Which of the lines below include "assertMatchesComponent"? Each one should be copied out.
^^^^^^^^^^^^^^^^
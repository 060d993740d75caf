package coilwright.web;

import static io.restassured.RestAssured.given;
import static org.junit.jupiter.api.Assertions.assertEquals;
import static org.junit.jupiter.api.Assertions.assertThrows;
import static org.junit.jupiter.api.Assertions.assertTrue;

import io.restassured.response.Response;
import java.util.Set;
import java.util.TreeSet;
import java.util.stream.Collectors;
import org.junit.jupiter.api.BeforeEach;
import org.junit.jupiter.api.Test;
import org.junit.jupiter.api.extension.RegisterExtension;

class OpenApiContractTest {
    @RegisterExtension
    static final TestApp APP = new TestApp();

    @BeforeEach
    void pointRestAssured() {
        APP.useRestAssured();
    }

    private static Set<String> appOperations() {
        return APP.app().routes().stream().map(r -> r.method().name() + " " + r.path())
                .collect(Collectors.toCollection(TreeSet::new));
    }

    @Test
    void every_route_of_the_app_is_documented() {
        Set<String> undocumented = new TreeSet<>(appOperations());
        undocumented.removeAll(OpenApiContract.documentedOperations());
        assertEquals(Set.of(), undocumented, "routes missing from openapi.json");
    }

    @Test
    void every_documented_operation_exists_in_the_app() {
        Set<String> phantom = new TreeSet<>(OpenApiContract.documentedOperations());
        phantom.removeAll(appOperations());
        assertEquals(Set.of(), phantom, "documented in openapi.json but not routed");
    }

    @Test
    void every_documented_parameterless_GET_answers_without_404_or_405() {
        for (String op : OpenApiContract.documentedOperations()) {
            if (op.startsWith("GET ") && !op.contains("{")) {
                int status = given().get(op.substring(4)).statusCode();
                assertTrue(status != 404 && status != 405, op + " answered " + status);
            }
        }
    }

    @Test
    void health_response_matches_its_schema() {
        Response r = given().get("/health");
        OpenApiContract.assertMatches(r, "/health", "GET");
    }

    @Test
    void openapi_document_response_matches_its_schema() {
        OpenApiContract.assertMatches(given().get("/api/v1/openapi.json"), "/api/v1/openapi.json", "GET");
    }

    @Test
    void a_real_404_problem_matches_the_problem_schema() {
        OpenApiContract.assertMatchesComponent("Problem", given().get("/api/v1/none").asString());
    }

    @Test
    void the_checker_rejects_bodies_that_break_the_schema() {
        assertThrows(AssertionError.class, () -> OpenApiContract.assertMatches("/health", "GET", 200,
                "application/json", "{\"status\":\"down\"}"));
        assertThrows(AssertionError.class, () -> OpenApiContract.assertMatches("/health", "GET", 200,
                "application/json", "{\"status\":\"up\",\"extra\":1}"));
        assertThrows(AssertionError.class, () -> OpenApiContract.assertMatches("/health", "GET", 418,
                "application/json", "{}"), "an undocumented status fails");
        assertThrows(AssertionError.class, () -> OpenApiContract.assertMatchesComponent("Problem",
                "{\"type\":\"/problems/x\",\"title\":\"X\",\"status\":200,\"detail\":\"d\"}"), "status below 400");
    }
}
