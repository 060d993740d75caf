package coilwright.web.api;

import coilwright.service.EvaluationService;
import coilwright.service.ExampleCatalogue;
import coilwright.system.EvaluationRequest;
import coilwright.web.NotFoundException;
import coilwright.web.RecordBinder;
import coilwright.winding.WindingSpec;
import com.fasterxml.jackson.core.JsonProcessingException;
import com.fasterxml.jackson.core.StreamWriteFeature;
import com.fasterxml.jackson.databind.ObjectMapper;
import com.fasterxml.jackson.databind.ObjectWriter;
import io.javalin.http.ContentType;
import io.javalin.http.Context;
import java.io.UncheckedIOException;

/**
 * The JSON API of designs: evaluate a design, lay out a winding, the catalogues and the example designs. Handlers
 * only bind, call the service and write; errors are thrown and mapped by {@code ErrorMapping} (400 invalid input
 * listing every field, 422 infeasible design or solver failure, 404 unknown example, 413 body too large).
 */
public final class EvaluationApi {
    public static final String PREFIX = "/api/v1";

    private final EvaluationService evaluation;
    private final ExampleCatalogue examples;
    private final RecordBinder binder;
    /** A 200-point evaluation is about 130 kB of JSON: Jackson's shortest-digits writer makes it noticeably faster. */
    private final ObjectWriter writer;

    public EvaluationApi(EvaluationService evaluation, ExampleCatalogue examples, RecordBinder binder, ObjectMapper mapper) {
        this.evaluation = evaluation;
        this.examples = examples;
        this.binder = binder;
        this.writer = mapper.writer().with(StreamWriteFeature.USE_FAST_DOUBLE_WRITER);
    }

    /** {@code POST /api/v1/evaluate}. */
    public void evaluate(Context ctx) {
        try {
            byte[] body = writer.writeValueAsBytes(evaluation.evaluate(binder.bind(ctx.body(), EvaluationRequest.class)));
            ctx.contentType(ContentType.APPLICATION_JSON).result(body);
        } catch (JsonProcessingException e) {
            throw new UncheckedIOException(e);
        }
    }

    /** {@code POST /api/v1/winding}. */
    public void winding(Context ctx) {
        ctx.json(evaluation.layout(binder.bind(ctx.body(), WindingSpec.class)));
    }

    /** {@code GET /api/v1/catalogue}. */
    public void catalogue(Context ctx) {
        ctx.json(evaluation.catalogue());
    }

    /** {@code GET /api/v1/examples}: one summary per example, sorted by slug. */
    public void examples(Context ctx) {
        ctx.json(examples.all().stream().map(e -> new ExampleSummary(e.slug(), e.title(), e.document().notes(),
                PREFIX + "/examples/" + e.slug())).toList());
    }

    /** {@code GET /api/v1/examples/{slug}}: the example's design document. */
    public void example(Context ctx) {
        String slug = ctx.pathParam("slug");
        ctx.json(examples.find(slug).orElseThrow(() -> new NotFoundException("There is no example named '" + slug
                + "'. The examples are: " + String.join(", ", examples.slugs()) + ".")).document());
    }
}
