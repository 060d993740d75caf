package coilwright.web;

import static org.junit.jupiter.api.Assertions.assertEquals;
import static org.junit.jupiter.api.Assertions.assertFalse;
import static org.junit.jupiter.api.Assertions.assertTrue;

import java.util.LinkedHashMap;
import java.util.List;
import java.util.Map;
import java.util.Optional;
import org.junit.jupiter.api.Test;

class FormBinderTest {
    private final FormBinder forms = new FormBinder(new RecordBinder(Json.mapper()));

    private static Map<String, String> validForm() {
        Map<String, String> f = new LinkedHashMap<>();
        f.put("name", "test rig");
        f.put("rotor.airGapM", "0.002");
        f.put("rotor.poles", "8");
        f.put("rotor.magnet.grade", "N42");
        f.put("rotor.magnet.thicknessM", "0.01");
        f.put("stator.slots", "12");
        f.put("stator.skewDeg", "");
        f.put("stator.coils[0].turns", "40");
        f.put("stator.coils[0].wireDiameterMm", "1.0");
        f.put("stator.coils[1].turns", "41");
        f.put("stator.coils[1].wireDiameterMm", "1.1");
        f.put("stator.airCored", "on");
        f.put("action", "Calculate");
        return f;
    }

    @Test
    void binds_dotted_form_fields_into_the_same_records_as_the_api() {
        FormResult<SampleDesign> r = forms.bind(FormBinder.single(validForm()), SampleDesign.class);
        assertTrue(r.valid(), r.errors().all().toString());
        SampleDesign d = r.record().orElseThrow();
        assertEquals(0.002, d.rotor().airGapM(), 0.0);
        assertEquals(SampleDesign.Grade.N42, d.rotor().magnet().grade());
        assertEquals(List.of(40, 41), d.stator().coils().stream().map(SampleDesign.Coil::turns).toList());
        assertEquals(Optional.empty(), d.stator().skewDeg(), "a blank optional field is absent");
        assertTrue(d.stator().airCored(), "a checked checkbox is true");
    }

    @Test
    void an_unchecked_checkbox_is_false() {
        Map<String, String> f = validForm();
        f.remove("stator.airCored");
        assertFalse(forms.bind(FormBinder.single(f), SampleDesign.class).record().orElseThrow().stator().airCored());
    }

    @Test
    void gives_the_api_messages_beside_each_field_and_keeps_what_was_typed() {
        Map<String, String> f = validForm();
        f.put("rotor.airGapM", "-1");
        f.put("rotor.poles", "eight");
        f.put("stator.coils[1].turns", "");
        f.put("rotor.magnet.thicknessM", "NaN");
        FormResult<SampleDesign> r = forms.bind(FormBinder.single(f), SampleDesign.class);
        assertFalse(r.valid());
        assertEquals("rotor.poles = \"eight\": must be a whole number", r.errors().first("rotor.poles"));
        assertEquals("rotor.magnet.thicknessM = \"NaN\": must be a finite number", r.errors().first("rotor.magnet.thicknessM"));
        assertEquals("stator.coils[1].turns is missing: a value is required", r.errors().first("stator.coils[1].turns"));
        assertFalse(r.errors().has("rotor.airGapM"), "own checks of rotor wait until its numbers are readable");
        assertEquals("eight", r.value("rotor.poles"));
        assertEquals("", r.value("no.such.field"));
    }

    @Test
    void a_range_error_from_a_compact_constructor_lands_on_its_field() {
        Map<String, String> f = validForm();
        f.put("rotor.airGapM", "0");
        FormResult<SampleDesign> r = forms.bind(FormBinder.single(f), SampleDesign.class);
        assertEquals("rotor.airGapM = 0.0: must be > 0", r.errors().first("rotor.airGapM"));
        assertEquals(List.of("rotor.airGapM = 0.0: must be > 0"), r.errors().all());
    }

    @Test
    void an_infeasible_design_is_shown_beside_its_field() {
        Map<String, String> f = validForm();
        f.put("stator.slots", "10");
        FormResult<SampleDesign> r = forms.bind(FormBinder.single(f), SampleDesign.class);
        assertTrue(r.errors().first("stator.slots").contains("cannot carry a balanced"));
    }

    @Test
    void converts_imperial_entries_to_SI_at_the_edge() {
        Map<String, String> f = validForm();
        f.put("rotor.magnet.thicknessM", "0.03");
        FormResult<SampleDesign> r = forms.bind(FormBinder.single(f), SampleDesign.class, Units.IMPERIAL,
                Map.of("rotor.magnet.thicknessM", Quantity.LENGTH));
        assertEquals(0.03 * 0.3048, r.record().orElseThrow().rotor().magnet().thicknessM(), 1e-15);
    }

    @Test
    void a_thousands_comma_is_not_read_as_a_decimal_point() {
        Map<String, String> f = validForm();
        f.put("stator.slots", "1,000");
        assertTrue(forms.bind(FormBinder.single(f), SampleDesign.class).errors().has("stator.slots"));
    }

    @Test
    void flattens_a_record_into_form_values_that_bind_back_to_it() {
        SampleDesign d = forms.bind(FormBinder.single(validForm()), SampleDesign.class).record().orElseThrow();
        Map<String, String> flat = FormBinder.flatten(d);
        assertEquals("0.002", flat.get("rotor.airGapM"));
        assertEquals("41", flat.get("stator.coils[1].turns"));
        assertEquals(d, forms.bind(FormBinder.single(flat), SampleDesign.class).record().orElseThrow());
    }
}
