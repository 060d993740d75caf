package coilwright.web;

import java.io.File;
import java.io.IOException;
import java.io.UncheckedIOException;
import java.nio.file.Files;
import java.nio.file.Path;
import java.time.Duration;
import java.util.Comparator;
import java.util.stream.Stream;
import org.openqa.selenium.chrome.ChromeDriver;
import org.openqa.selenium.chrome.ChromeDriverService;
import org.openqa.selenium.chrome.ChromeOptions;

/**
 * Headless Debian Chromium for page tests, driven through the system chromedriver so Selenium Manager
 * never downloads anything. Each browser has a fresh temporary profile, removed on {@link #close()}.
 * <pre>{@code try (Browser b = Browser.open()) { b.driver().get(app.url("/")); ... }}</pre>
 */
public final class Browser implements AutoCloseable {
    public static final String CHROMIUM = "/usr/bin/chromium";
    public static final String CHROMEDRIVER = "/usr/bin/chromedriver";

    private final ChromeDriver driver;
    private final Path profile;

    private Browser(ChromeDriver driver, Path profile) {
        this.driver = driver;
        this.profile = profile;
    }

    /** True when Chromium and its driver are installed (CI installs them via .ci/run). */
    public static boolean available() {
        return new File(CHROMIUM).canExecute() && new File(CHROMEDRIVER).canExecute();
    }

    public static Browser open() {
        try {
            Path profile = Files.createTempDirectory("coilwright-chromium-");
            ChromeOptions options = new ChromeOptions();
            options.setBinary(CHROMIUM);
            options.addArguments("--headless", "--no-sandbox", "--disable-gpu", "--disable-dev-shm-usage",
                    "--disable-quic", "--no-first-run", "--disable-background-networking",
                    "--disable-component-update", "--disable-sync", "--user-data-dir=" + profile);
            ChromeDriverService service = new ChromeDriverService.Builder()
                    .usingDriverExecutable(new File(CHROMEDRIVER))
                    .usingAnyFreePort()
                    .build();
            ChromeDriver driver = new ChromeDriver(service, options);
            driver.manage().timeouts().pageLoadTimeout(Duration.ofSeconds(30));
            return new Browser(driver, profile);
        } catch (IOException e) {
            throw new UncheckedIOException(e);
        }
    }

    public ChromeDriver driver() {
        return driver;
    }

    @Override
    public void close() {
        try {
            driver.quit();
        } finally {
            try (Stream<Path> files = Files.walk(profile)) {
                files.sorted(Comparator.reverseOrder()).forEach(p -> p.toFile().delete());
            } catch (IOException e) {
                throw new UncheckedIOException(e);
            }
        }
    }
}
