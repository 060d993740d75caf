package coilwright.web;

import static io.restassured.RestAssured.given;
import static org.junit.jupiter.api.Assertions.assertEquals;
import static org.junit.jupiter.api.Assertions.assertFalse;
import static org.junit.jupiter.api.Assertions.assertTrue;
import static org.hamcrest.Matchers.startsWith;

import coilwright.validation.SolverFailedException;
import io.javalin.http.Context;
import java.util.HashMap;
import java.util.List;
import java.util.Map;
import org.junit.jupiter.api.BeforeEach;
import org.junit.jupiter.api.Test;
import org.junit.jupiter.api.extension.RegisterExtension;

/**
 * The page side of the infrastructure: a form opened with {@link FormPage} and bound with {@link FormBinder}; a
 * refusal thrown anywhere in the handler comes back, through {@link ErrorMapping}, as the same form with the text
 * as typed and each message beside its field.
 */
class PagesTest {
    private static final FormBinder FORMS = new FormBinder(new RecordBinder(Json.mapper()));
    private static final List<Choice> GRADES = Choice.names(SampleDesign.Grade.values());

    private static Map<String, Object> model(FormResult form) {
        return new HashMap<>(Map.of("form", form, "grades", GRADES));
    }

    private static void showForm(Context ctx) {
        ctx.render("test-form", model(FormResult.showing(Map.of("name", "rig", "rotor.poles", "8"))));
    }

    private static void postForm(Context ctx) {
        FormPage.open(ctx, "test-form", FormPage.posted(ctx), PagesTest::model);
        SampleDesign design = FORMS.bind(ctx.formParamMap(), SampleDesign.class);
        if (design.rotor().poles() == 98) {
            throw new SolverFailedException("rotor.poles", "the solver gave up at 98 poles: use fewer");
        }
        Map<String, Object> m = model(FormResult.showing(FormPage.posted(ctx)));
        m.put("result", design);
        ctx.render("test-form", m);
    }

    @RegisterExtension
    static final TestApp APP = new TestApp().withRoutes(Route.get("/test/form", PagesTest::showForm),
            Route.post("/test/form", PagesTest::postForm));

    @BeforeEach
    void pointRestAssured() {
        APP.useRestAssured();
    }

    private static Map<String, String> validForm() {
        Map<String, String> f = new HashMap<>();
        f.put("name", "rig");
        f.put("rotor.airGapM", "0.002");
        f.put("rotor.poles", "8");
        f.put("rotor.magnet.grade", "N42");
        f.put("rotor.magnet.thicknessM", "0.01");
        f.put("stator.slots", "12");
        f.put("stator.coils[0].turns", "40");
        f.put("stator.coils[0].wireDiameterMm", "1.0");
        return f;
    }

    @Test
    void an_empty_form_renders_with_defaults_and_units() {
        Html page = Html.of(given().get("/test/form").then().statusCode(200).contentType(startsWith("text/html"))
                .extract().response());
        assertEquals("8", page.value("rotor.poles"));
        assertEquals("m", page.unit("rotor.airGapM"));
        assertEquals(List.of("N35", "N42", "N52"), page.options("rotor.magnet.grade"));
        assertTrue(page.all(".error-summary").isEmpty());
    }

    @Test
    void imperial_choice_changes_the_unit_beside_the_field() {
        Html page = Html.of(given().queryParam("units", "imperial").get("/test/form").then().statusCode(200)
                .extract().response());
        assertEquals("ft", page.unit("rotor.airGapM"));
    }

    @Test
    void a_valid_post_binds_the_record() {
        Html page = Html.of(given().formParams(validForm()).post("/test/form").then().statusCode(200).extract().response());
        assertEquals("Bound: 8 poles, air gap 0.002 m", page.id("result").text());
        assertEquals("N42", page.selected("rotor.magnet.grade"));
    }

    @Test
    void an_invalid_post_comes_back_with_messages_beside_the_fields_and_what_was_typed() {
        Map<String, String> f = validForm();
        f.put("rotor.poles", "7");
        f.put("stator.coils[0].turns", "abc");
        Html page = Html.of(given().formParams(f).post("/test/form").then().statusCode(400)
                .contentType(startsWith("text/html")).extract().response());
        assertEquals("rotor.poles = 7: must be even", page.error("rotor.poles"));
        assertEquals("stator.coils[0].turns = \"abc\": must be a whole number", page.error("stator.coils[0].turns"));
        assertTrue(page.id("rotor.poles").parent().hasClass("invalid"));
        assertEquals("abc", page.value("stator.coils[0].turns"));
        assertEquals("0.002", page.value("rotor.airGapM"), "valid entries stay as typed too");
        assertEquals(2, page.summary().size());
        assertFalse(page.has("result"));
    }

    @Test
    void an_infeasible_post_is_a_422_with_the_reason_beside_its_field() {
        Map<String, String> f = validForm();
        f.put("stator.slots", "10");
        Html page = Html.of(given().formParams(f).post("/test/form").then().statusCode(422).extract().response());
        assertTrue(page.error("stator.slots").contains("cannot carry a balanced"), page.error("stator.slots"));
        assertEquals("10", page.value("stator.slots"));
    }

    @Test
    void a_solver_failure_is_a_422_with_its_message_beside_its_field() {
        Map<String, String> f = validForm();
        f.put("rotor.poles", "98");
        Html page = Html.of(given().formParams(f).post("/test/form").then().statusCode(422).extract().response());
        assertEquals("the solver gave up at 98 poles: use fewer", page.error("rotor.poles"));
        assertEquals("98", page.value("rotor.poles"));
    }
}
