package coilwright.web;

import static org.junit.jupiter.api.Assertions.assertEquals;
import static org.junit.jupiter.api.Assertions.assertThrows;
import static org.junit.jupiter.api.Assertions.assertTrue;

import coilwright.validation.FieldError;
import coilwright.validation.InfeasibleDesignException;
import coilwright.validation.InvalidInputException;
import java.util.List;
import java.util.Map;
import java.util.Optional;
import java.util.stream.Collectors;
import org.junit.jupiter.api.Test;

class RecordBinderTest {
    private final RecordBinder binder = new RecordBinder(Json.mapper());

    private Map<String, FieldError> errorsOf(String json) {
        InvalidInputException e = assertThrows(InvalidInputException.class, () -> binder.bind(json, SampleDesign.class));
        return e.errors().stream().collect(Collectors.toMap(FieldError::field, f -> f, (a, b) -> a));
    }

    private static String valid(String from, String to) {
        String json = SampleDesign.validJson();
        assertTrue(json.contains(from), "fixture contains " + from);
        return json.replace(from, to);
    }

    @Test
    void binds_a_valid_nested_body_into_records() {
        SampleDesign d = binder.bind(SampleDesign.validJson(), SampleDesign.class);
        assertEquals("test rig", d.name());
        assertEquals(0.002, d.rotor().airGapM(), 0.0);
        assertEquals(SampleDesign.Grade.N42, d.rotor().magnet().grade());
        assertEquals(Optional.of(5.0), d.stator().skewDeg());
        assertEquals(40, d.stator().coils().get(0).turns());
        assertEquals(Optional.empty(), d.note());
    }

    @Test
    void reports_missing_fields_with_their_dotted_paths() {
        Map<String, FieldError> errors = errorsOf(valid("\"airGapM\": 0.002, ", ""));
        assertEquals(Map.of("rotor.airGapM", "rotor.airGapM is missing: a value is required"),
                Map.of("rotor.airGapM", errors.get("rotor.airGapM").message()));
        assertEquals("a finite number", errors.get("rotor.airGapM").allowed());
    }

    @Test
    void reports_a_string_where_a_number_is_needed() {
        Map<String, FieldError> errors = errorsOf(valid("\"poles\": 8", "\"poles\": \"eight\""));
        assertEquals("rotor.poles = \"eight\": must be a whole number", errors.get("rotor.poles").message());
        assertEquals("eight", errors.get("rotor.poles").value());
    }

    @Test
    void refuses_a_string_NaN_and_a_number_too_large_for_a_double() {
        Map<String, FieldError> errors = errorsOf(valid("\"airGapM\": 0.002", "\"airGapM\": \"NaN\"")
                .replace("\"thicknessM\": 0.01", "\"thicknessM\": 1e400"));
        assertEquals(2, errors.size(), errors.toString());
        assertTrue(errors.get("rotor.airGapM").message().endsWith("must be a finite number"));
        assertTrue(errors.get("rotor.magnet.thicknessM").message().endsWith("must be a finite number"));
    }

    @Test
    void refuses_fractions_and_out_of_range_values_for_whole_numbers() {
        Map<String, FieldError> errors = errorsOf(valid("\"poles\": 8", "\"poles\": 8.5")
                .replace("\"slots\": 12", "\"slots\": 99999999999"));
        assertEquals("rotor.poles = 8.5: must be a whole number", errors.get("rotor.poles").message());
        assertEquals("stator.slots = 99999999999: is out of range", errors.get("stator.slots").message());
    }

    @Test
    void reports_unknown_fields_with_the_known_ones() {
        FieldError e = errorsOf(valid("\"poles\": 8", "\"poles\": 8, \"polls\": 8")).get("rotor.polls");
        assertEquals("rotor.polls: unknown field", e.message());
        assertEquals("known fields: airGapM, poles, magnet", e.allowed());
    }

    @Test
    void lists_the_allowed_enum_names() {
        FieldError e = errorsOf(valid("\"N42\"", "\"N99\"")).get("rotor.magnet.grade");
        assertEquals("one of N35, N42, N52", e.allowed());
        assertEquals("rotor.magnet.grade = \"N99\": must be one of N35, N42, N52", e.message());
    }

    @Test
    void rebases_compact_constructor_errors_under_the_nested_path() {
        FieldError e = errorsOf(valid("\"airGapM\": 0.002", "\"airGapM\": -1.0")).get("rotor.airGapM");
        assertEquals("rotor.airGapM = -1.0: must be > 0", e.message());
        assertEquals("> 0", e.allowed());
    }

    @Test
    void collects_errors_from_sibling_and_deeper_records_at_once() {
        String json = valid("\"airGapM\": 0.002", "\"airGapM\": 0.0")
                .replace("\"thicknessM\": 0.01", "\"thicknessM\": 0.5")
                .replace("\"turns\": 40", "\"turns\": 0")
                .replace("\"airCored\": false", "\"airCored\": \"no\"");
        Map<String, FieldError> errors = errorsOf(json);
        assertEquals(List.of("rotor.airGapM", "rotor.magnet.thicknessM", "stator.airCored", "stator.coils[0].turns"),
                errors.keySet().stream().sorted().toList());
    }

    @Test
    void runs_a_parents_own_checks_even_when_a_nested_record_is_invalid() {
        Map<String, FieldError> errors = errorsOf(valid("\"test rig\"", "\" \"").replace("\"poles\": 8", "\"poles\": 7"));
        assertEquals(List.of("name", "rotor.poles"), errors.keySet().stream().sorted().toList());
    }

    @Test
    void does_not_run_a_constructor_when_one_of_its_own_numbers_is_unreadable() {
        Map<String, FieldError> errors = errorsOf(valid("\"airGapM\": 0.002", "\"airGapM\": \"abc\"")
                .replace("\"poles\": 8", "\"poles\": 7"));
        assertEquals(List.of("rotor.airGapM"), List.copyOf(errors.keySet()), "no spurious error from a default value");
    }

    @Test
    void reports_a_blank_name_from_the_root_constructor_without_a_prefix() {
        assertEquals("name = : must not be blank", errorsOf(valid("\"test rig\"", "\"\"")).get("name").message());
    }

    @Test
    void reports_missing_and_null_list_elements_and_wrong_container_types() {
        Map<String, FieldError> errors = errorsOf(valid("[{\"turns\": 40, \"wireDiameterMm\": 1.0}]", "[null]")
                .replace("\"magnet\": {\"grade\": \"N42\", \"thicknessM\": 0.01}", "\"magnet\": [1]"));
        assertEquals("stator.coils[0] is missing: a value is required", errors.get("stator.coils[0]").message());
        assertEquals("rotor.magnet = [1]: must be a JSON object", errors.get("rotor.magnet").message());
    }

    @Test
    void rebases_an_infeasible_design_field_under_its_record() {
        InfeasibleDesignException e = assertThrows(InfeasibleDesignException.class,
                () -> binder.bind(valid("\"slots\": 12", "\"slots\": 10"), SampleDesign.class));
        assertEquals("stator.slots", e.field());
    }

    @Test
    void refuses_a_non_object_body() {
        FieldError e = errorsOf("[1, 2]").get("body");
        assertEquals("body = [1,2]: must be a JSON object", e.message());
    }

    @Test
    void refuses_malformed_json_naming_line_and_column() {
        MalformedJsonException e = assertThrows(MalformedJsonException.class,
                () -> binder.bind("{\"name\": \"x\",\n \"rotor\": }", SampleDesign.class));
        assertEquals(2, e.line());
        assertTrue(e.getMessage().startsWith("Malformed JSON at line 2, column"), e.getMessage());
    }

    @Test
    void refuses_an_empty_body_bare_NaN_tokens_trailing_text_and_duplicate_keys() {
        assertThrows(MalformedJsonException.class, () -> binder.bind("  ", SampleDesign.class));
        assertThrows(MalformedJsonException.class, () -> binder.bind("{\"a\": NaN}", SampleDesign.class));
        assertThrows(MalformedJsonException.class, () -> binder.bind("{} {}", SampleDesign.class));
        assertThrows(MalformedJsonException.class, () -> binder.bind("{\"a\": 1, \"a\": 2}", SampleDesign.class));
    }
}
^^^^^^^^^^^^^^^^
### Answer section
        OpenApiContract.assertMatchesComponent("Problem", given().get("/api/v1/none").asString());
        assertThrows(AssertionError.class, () -> OpenApiContract.assertMatchesComponent("Problem",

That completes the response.